In Ireland, about 1.3 million people in the countryside cannot use safely managed sanitation and need to treat their wastewater on site.

USA

Navaho Nation: Roughly 70,000 households in Navajo Nation, covering Arizona, Utah, and New Mexico, USA, lack running tap water and toilets in their homes. With no electricity, water is delivered into above ground 50 gallon holding barrels by water truck and carried inside in small containers.

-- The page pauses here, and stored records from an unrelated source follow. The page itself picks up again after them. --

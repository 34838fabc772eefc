//! The pKa estimate of a site: its group's typical value corrected for substituents by the
//! group's linear free-energy series (Hammett or Taft), with a range that widens as the
//! corrections grow, are summed, or rest on stand-in constants.
//!
//! With a parent compound on the group row the estimate is
//! `pka(group) - rho * (sum sigma(molecule) - sum sigma(parent))`, so the group's own atoms
//! cancel; without one it is `base(series) - rho * sum sigma`.

use std::collections::HashMap;

use super::group::{Group, Kind};
use super::lookup::Lookup;
use super::sites::{RingSite, Site, find_sites_in};
use super::substituent::{Constant, Series, SeriesRow, Substituent, SubstituentRow};
use super::{hammett, taft};
use crate::chem::molecule::Molecule;
use crate::chem::smarts::{Pattern, Target};
use crate::error::{Error, Result};

/// Relative error of a sigma value and of a rho outside their calibration sets: each good to
/// about 10 % (Perrin, Dempsey & Serjeant 1981 quote estimates as good to a few tenths for one
/// or two substituents; from memory). Each term's sigma errs on its own; the series' rho errs
/// once for the whole net shift.
const WIDEN_PER_SHIFT: f64 = 0.10;
/// The two-sided 90 % point of the normal distribution: ranges are nominal 90 % intervals.
pub(crate) const Z90: f64 = 1.645;
/// Extra half-width per ortho substituent (proximity effects beyond sigma_o; common practice).
const WIDEN_ORTHO: f64 = 0.30;
/// Extra half-width, in sigma units times rho, where sigma_p stands in for a missing sigma_o.
const WIDEN_STAND_IN: f64 = 0.25;
/// Extra half-width per substituent with no tabulated constant.
const WIDEN_UNKNOWN: f64 = 0.40;
/// Net corrections beyond this many pKa units are extrapolations: widen by a further share.
const EXTRAPOLATION_START: f64 = 3.0;
const WIDEN_EXTRAPOLATION: f64 = 0.15;

/// The series row whose rho turns the Hammett sigma sum of an aryl group's ring substituents
/// into a change of that group's sigma* (data/series.csv).
const ARYL_SIGMA_STAR: &str = "aryl_sigma_star";

/// One substituent's contribution.
#[derive(Debug, Clone, PartialEq)]
pub struct Term {
    /// Position and substituent name ("p-nitro") or the Taft group.
    pub label: String,
    pub sigma: f64,
    /// pKa change (-rho * sigma, plus any ortho shift).
    pub shift: f64,
    pub ortho: bool,
    /// sigma_p used in place of a missing sigma_o.
    pub stand_in: bool,
    /// sigma_m of an ortho/para ring substituent: what a donor keeps when another donor
    /// already conjugates with the site.
    pub inductive: Option<f64>,
}

impl Term {
    /// A term with no ortho, stand-in or donor-saturation facts: `sigma` times the series' rho.
    pub fn plain(label: String, sigma: f64, rho: f64) -> Term {
        Term {
            label,
            sigma,
            shift: -rho * sigma,
            ortho: false,
            stand_in: false,
            inductive: None,
        }
    }
}

/// The substituent terms found around one site.
#[derive(Debug, Clone, Default, PartialEq)]
pub struct Correction {
    pub terms: Vec<Term>,
    /// Substituents with no tabulated constant.
    pub unknown: usize,
    /// For a six-membered-ring Hammett correction: the ring atom the terms are counted from.
    pub ipso: Option<usize>,
    /// The sd of a side series whose terms are among `terms` (0 without one) and the pKa
    /// change those terms make.
    pub side_sd: f64,
    pub side_shift: f64,
    /// How many of `terms` the side series gave.
    pub side_terms: usize,
}

impl Correction {
    fn sum_sigma(&self) -> f64 {
        self.terms.iter().map(|t| t.sigma).sum()
    }
    fn shift(&self) -> f64 {
        self.terms.iter().map(|t| t.shift).sum()
    }
}

/// A group's series with its parent's correction precomputed.
#[derive(Debug, Clone)]
struct GroupSeries {
    series: usize,
    parent: Option<Correction>,
}

/// The compiled substituent and series tables, and which series each group follows.
#[derive(Debug, Clone, Default)]
pub struct Estimator {
    pub substituents: Vec<Substituent>,
    pub series: Vec<Series>,
    /// Per group (same order as the handbook's groups).
    links: Vec<Option<GroupSeries>>,
    /// Index of the `ARYL_SIGMA_STAR` series, if the table has it.
    aryl: Option<usize>,
    /// Per series (same order): the index of its side series, if it names one.
    sides: Vec<Option<usize>>,
}

impl Estimator {
    /// Compiles the tables and links every group row that names a series (`group.series`),
    /// computing its parent's substituent terms once.
    pub fn new(
        substituents: Vec<SubstituentRow>,
        series: Vec<SeriesRow>,
        groups: &[Group],
    ) -> Result<Estimator> {
        let mut e = Estimator {
            substituents: substituents
                .into_iter()
                .map(SubstituentRow::compile)
                .collect::<Result<_>>()?,
            series: series
                .into_iter()
                .map(SeriesRow::compile)
                .collect::<Result<_>>()?,
            links: Vec::new(),
            aryl: None,
            sides: Vec::new(),
        };
        let by_name: HashMap<&str, usize> = e
            .series
            .iter()
            .enumerate()
            .map(|(i, s)| (s.name.as_str(), i))
            .collect();
        e.sides = e
            .series
            .iter()
            .map(|s| {
                let Some(name) = &s.side else {
                    return Ok(None);
                };
                match by_name.get(name.as_str()) {
                    Some(&i) if e.series[i].constant == Constant::Taft => Ok(Some(i)),
                    _ => Err(Error::Internal(format!(
                        "series '{}' names side series '{name}', which is not a taft series",
                        s.name
                    ))),
                }
            })
            .collect::<Result<_>>()?;
        let mut links = Vec::with_capacity(groups.len());
        for g in groups {
            let Some(name) = &g.series else {
                links.push(None);
                continue;
            };
            let &series = by_name.get(name.as_str()).ok_or_else(|| {
                Error::Internal(format!("group '{}' names unknown series '{name}'", g.name))
            })?;
            let parent = match &g.parent {
                Some(smiles) => Some(e.parent_correction(g, series, smiles)?),
                None => None,
            };
            links.push(Some(GroupSeries { series, parent }));
        }
        e.links = links;
        e.aryl = by_name.get(ARYL_SIGMA_STAR).copied();
        Ok(e)
    }

    fn parent_correction(&self, g: &Group, series: usize, smiles: &str) -> Result<Correction> {
        let bad =
            |why: String| Error::Internal(format!("group '{}' parent {smiles}: {why}", g.name));
        let mol = Molecule::from_smiles(smiles).map_err(|e| bad(e.to_string()))?;
        let matched = g
            .pattern
            .first_match(&mol)
            .ok_or_else(|| bad("the group's pattern does not match its parent".into()))?;
        let site = matched[g.site];
        let look = Lookup::new(&mol, &self.substituents);
        let mut c = self
            .correction(&mol, site, series, g.kind == Some(Kind::Base), &look)
            .ok_or_else(|| bad("no correction can be computed for the parent".into()))?;
        c.unknown += self.blind_spots(&mol, site, &matched, series, &c);
        Ok(c)
    }

    /// Groups a ring series cannot see: on the atoms of a Hammett group's match that lie off
    /// its ring (the CH2 of a phenylacetic acid, the hydrate carbon of a quinazoline hydrate),
    /// anything but a plain alkyl carbon, a ring atom or the side series' N-alkyl groups. Each
    /// counts as a group without constants. Taft series walk every group on their centre.
    fn blind_spots(
        &self,
        mol: &Molecule,
        site: usize,
        matched: &[usize],
        series: usize,
        c: &Correction,
    ) -> usize {
        let anchor = match self.series[series].constant {
            Constant::Taft => return 0,
            Constant::Hammett => c.ipso,
            Constant::HammettFive => Some(site),
        };
        let Some(anchor) = anchor else {
            return 0;
        };
        let rings = &mol.rings.rings;
        let ring_atoms: Vec<usize> = rings
            .iter()
            .filter(|r| r.contains(&anchor))
            .flat_map(|r| {
                rings
                    .iter()
                    .filter(|f| f.iter().any(|a| r.contains(a)))
                    .flatten()
            })
            .copied()
            .collect();
        let side = self.sides[series].is_some();
        let off_ring = matched
            .iter()
            .copied()
            // The side series walks the site atom's own groups.
            .filter(|&a| !(ring_atoms.contains(&a) || side && a == site));
        groups_beyond(mol, matched, off_ring, |_, x| ring_atoms.contains(&x)).len()
    }

    /// The series that carries aryl ring substituents into sigma* (`ARYL_SIGMA_STAR`).
    fn aryl(&self) -> Option<&Series> {
        self.aryl.map(|i| &self.series[i])
    }

    /// The substituent terms of `site` by series `series`; `cation` when the site's charged
    /// form is a cation (a base group), whose Taft groups take their ammonium-ion sigma*.
    fn correction(
        &self,
        mol: &Molecule,
        site: usize,
        series: usize,
        cation: bool,
        look: &Lookup,
    ) -> Option<Correction> {
        let s = &self.series[series];
        match s.constant {
            Constant::Hammett => {
                let mut c = hammett::correct(mol, site, s, look)?;
                if let Some(side) = self.sides[series] {
                    self.add_side(mol, site, &self.series[side], look, &mut c);
                }
                Some(c)
            }
            Constant::HammettFive => hammett::correct_five(mol, site, s, look),
            Constant::Taft => Some(taft::correct(mol, site, s, cation, self.aryl(), look)),
        }
    }

    /// The side series' Taft terms for the groups on a site bonded straight to its ring.
    fn add_side(
        &self,
        mol: &Molecule,
        site: usize,
        side: &Series,
        look: &Lookup,
        c: &mut Correction,
    ) {
        let bonded = |i: usize| mol.adjacency[site].iter().any(|&(x, _)| x == i);
        let Some(ipso) = c.ipso.filter(|&i| i != site && bonded(i)) else {
            return;
        };
        let s = taft::side(mol, site, ipso, side, self.aryl(), look);
        c.unknown += s.unknown;
        c.side_sd = side.sd;
        c.side_shift = s.shift();
        c.side_terms = s.terms.len();
        c.terms.extend(s.terms);
    }

    /// Corrects `site` (found with `groups[g]`) in place.
    fn apply(&self, mol: &Molecule, site: &mut Site, group: &Group, g: usize, look: &Lookup) {
        // Without a series, or where the series' ring is not there (a thienylacetic acid for
        // the phenylacetic series), the group's own value stands and what surrounds the match
        // widens the range uncorrected.
        let uncorrected = |site: &mut Site, source: String| {
            site.source = source;
            let n = uncorrected_substituents(mol, &site.matched, &group.pattern);
            if n > 0 {
                let widen = n as f64 * WIDEN_UNKNOWN;
                site.pka_low -= widen;
                site.pka_high += widen;
                site.source
                    .push_str(&format!("; {n} substituent(s) without a correction"));
            }
        };
        let Some(Some(link)) = self.links.get(g) else {
            uncorrected(site, format!("estimate: {}; {}", group.name, group.source));
            return;
        };
        let series = &self.series[link.series];
        let cation = group.kind == Some(Kind::Base);
        let Some(mut c) = self.correction(mol, site.atom, link.series, cation, look) else {
            let source = format!(
                "estimate: {} (no {} ring found); {}",
                group.name, series.name, group.source
            );
            uncorrected(site, source);
            return;
        };
        c.unknown += self.blind_spots(mol, site.atom, &site.matched, link.series, &c);
        let (base, shift) = match &link.parent {
            Some(p) => (group.pka, c.shift() - p.shift()),
            None => (series.base, c.shift()),
        };
        let pka = base + shift;
        let (spread_low, spread_high) = widen_range(group, series, &c, link.parent.as_ref(), pka);
        site.pka = pka;
        site.pka_low = pka - spread_low;
        site.pka_high = pka + spread_high;
        site.ring_corrected = series.constant != Constant::Taft;
        if series.constant == Constant::Hammett {
            site.ring = c.ipso.map(|ipso| RingSite {
                rho: series.rho,
                ipso,
                para: series.para,
            });
        }
        site.source = describe(group, series, &c, link.parent.as_ref());
    }
}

Alabama: The state of Alabama has more than 800,000 private septic systems, but about a quarter of them are failing. Poor households that lack money for sophisticated solutions resort to straight piping which dumps untreated waste into the grass outside. Floods carry sewage across lawns and into living areas bringing with it risk of viruses, bacteria, and parasites.

Asia

The proportion of people with access to improved sanitation has actually been growing faster in some rural areas in Asia than urban ones since 2000, largely because urban governments are having trouble developing the infrastructure to keep up with urban growth.

Latin America

Even in modern cities like Rio de Janeiro where access to sanitation is widespread, only 37% of residents have sewage collection, including in wealthier parts. An estimated 18,000 liters of untreated sewage per second flow into its famous Guanabara Bay. In addition to the political reluctance to invest in sanitation, the uncontrolled urban expansion is a problem with over 24% of the city’s inhabitants living in informal settlements - favelas - that lack basic sanitation.

Refugee settlements

The United Nations High Commissioner for Refugees (UNHCR) and its partners manage over 220 camps and settlements globally. According to data from 175 of these sites in September 2020, only 32% of households in the camps used basic sanitation services such as toilets or latrines.